Criminal behavior is a natural result of metrics management. Yesterday’s episode of This American Life is a horrific example of that. It tells the story of how the much lauded introduction of metrics management into the police department in NYC lead ultimately to horrific criminal behavior by the police.
But that’s not exceptional. Why this happens is full of fascination. Metrics management encourages unethical behavior. In some cases this is intentional but I think that’s rare.
What happens is easy to explain if we set aside the question of ethical behavior.

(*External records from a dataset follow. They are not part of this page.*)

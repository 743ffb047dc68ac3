/** Long work: {@link org.saddlebook.api.task.Task} gives progress, cancel, named random streams and parallel parts. */
@Export
@Version("1.0.0")
package org.saddlebook.api.task;

import org.osgi.annotation.bundle.Export;
import org.osgi.annotation.versioning.Version;
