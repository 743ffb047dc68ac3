package org.saddlebook.desk.components.api;

import java.util.Map;
import javax.swing.JComponent;
import org.osgi.annotation.versioning.ProviderType;
import org.saddlebook.api.findings.Node;
import org.saddlebook.desk.api.DeskContext;

/** Makes the components that need services. */
@ProviderType
public interface DeskComponents {
    /** An empty figure; {@link FigureView#show} fills it. */
    FigureView figure(DeskContext context);

    /**
     * An empty table; {@link TableView#show} fills it.
     *
     * @param name accessible name
     */
    TableView table(String name, DeskContext context);

    /**
     * Any piece of findings: groups as names with values, like groups and tables as tables, figures as figures.
     *
     * @param name accessible name
     * @param cautions caution id to text of the whole findings, in the order of their numbers
     */
    JComponent tree(String name, Node node, Map<String, String> cautions, DeskContext context);
}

The manager’s problem is always how to coordinate behavior toward his goals. If the existing behaviors are fine, and often they are, he want’s to add additional behaviors. Metrics management is tool for doing just that. He creates metrics that highlight the desired behaviors and then works to bend the curve. Just making the metrics visible is usually sufficient; but people tend to escalate so it’s common to pile on some carrots and sticks.
Lots of us who have used these methods have found them to be marvelously effective. Early in my work life, for example, I put a chart on my door showing the number of open bugs in the large software system we were building. The line wobbled along, moving up and down, over a period of maybe a year. That was, pretty much all I had to do. In the following six months the curve steady declined until it finally crossed zero. Managers, engineers, customers suddenly became focused on that line. They starting asking about stupid little meaningly wiggles in the trend. It was magical. When we finally crossed zero parties and tee shirts emerged.
Other things suffered. And that’s the thing.
Or no, it’s not. Presumably as things suffer the natural response would be to adjust. And yet people don’t.
There is a weird pattern here. Any organization is skilled at some things, call those A. If we had metrics for those it’s scores would be pretty good. But we typically do not have metrics for these. Not because we are incompetent managers, but because the behaviors that achieve A are so deeply embedded into the organization that they do not require close supervision. These behaviors are sustained as norms, manners, etc. These behaviors are so fundamental that they are part of the organizations social fabric. The social contract it has made with it’s self. This fabric is slow to change.
So when the metrics management card is played into the game, in service of adding or improving a set of behaviors, cal them B, a very odd thing happens. Of course on thing that happens is that B behaviors increase. If they didn’t managers wouldn’t use this trick. For a period of time the overall score A+B rises. The A behavior score does not decline (at least not much) and the B behavior score rises.
But in time the A behaviors start to decline. This alone is an interesting pattern and I don’t think I can recall any instance of metric management that didn’t manifest this pattern. At first, and surprisingly rapidly, everything gets better. This a quite delightful experience. It’s positively addictive. Later A scores decline, but since your not measuring them this tends to go unnoticed.
Except it doesn’t go unnoticed. Individuals in a social fabric are extremely aware of the social contract. If only because it’s enforcing feedback look is implemented thru millions of tiny social cues.
What appears to happen as metric management moves into a organization is that it displaces the existing social contract. This triggers a lot of cynicism. Which in turn undermines ethical behavior.
Exactly. “Tell me how I’ll be measured and I’ll tell you how I’ll behave” said Eliyahu Goldratt in The Critical Chain.
This was a major theme of The Wire (still the best TV show ever made), where it was referred to as “juking the stats“.
Mike – “teaching the next generation how not to do the job” — oh yeah.
Julian – It is amazing, how much the role draws forth behavior.